> [TASK INSTRUCTIONS] Only lines holding "scipy" are needed; copy each of them from the data below.

-- EXTRACTED RECORDS follows --

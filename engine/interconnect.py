"""Wiring graph -> one closed-loop state-space model.

Every block (sources aside) is realised and stacked block-diagonally::

    x' = Ab x + Bb u        (u: all block input ports, stacked)
    y  = Cb x + Db u + E e  (y: all output ports; E picks the sources' exogenous inputs e)

Each output port is a *signal*; every signal offers an additive injection ``v``, so
``s = y + v``. Wires select which signal feeds each input: ``u = M s`` (M is a 0/1
selection). Eliminating ``u`` gives ``(I - Db M) s = Cb x + E e + v``. That system is
solved with a sparse LU factorisation; when it is singular (an ill-posed loop of direct
feedthrough) the strongly connected part of the feedthrough graph names the blocks.

The result has inputs ``[e, v]`` (sources, then an injection on every signal component)
and outputs ``s`` (every signal component). A *loop break* at a signal re-routes that
signal's consumers to a new input group ``break:<signal>``; the signal still reports the
upstream value, so the loop transfer there is ``L = -G(break:<signal> -> <signal>)``.
A break may also name one input port (``"P.u"``): then only that consumer is cut, the
input group is ``break:P.u`` and the value returns on the signal feeding it
(``model.break_return``). That is the break "where the controller meets the plant" when
the estimator reads the same command wire as the plant.
"""
from __future__ import annotations

import contextlib
import copy
import difflib
import gc
from dataclasses import dataclass, field

import networkx as nx
import numpy as np
import scipy.sparse as sp
import scipy.sparse.linalg as spla
from scipy.sparse.csgraph import connected_components

from loopwright.engine.blocks import Realization, port_widths, realize
from loopwright.engine.diagram import Diagram, PortRef
from loopwright.engine.errors import (
    AlgebraicLoopError,
    ConnectionError_,
    DiagramError,
    DimensionError,
    EngineError,
    UnknownNameError,
)
from loopwright.engine.ports import input_ports, output_ports
from loopwright.engine.scaling import SCALE_LIMIT, check_block_params, check_model, check_realization
from loopwright.engine.static_chains import AcyclicFeedthrough, FeedthroughMatrix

-- EXTRACTED RECORDS concluded --

> [REPLY TO THE EXERCISE]
import scipy.sparse as sp
import scipy.sparse.linalg as spla
from scipy.sparse.csgraph import connected_components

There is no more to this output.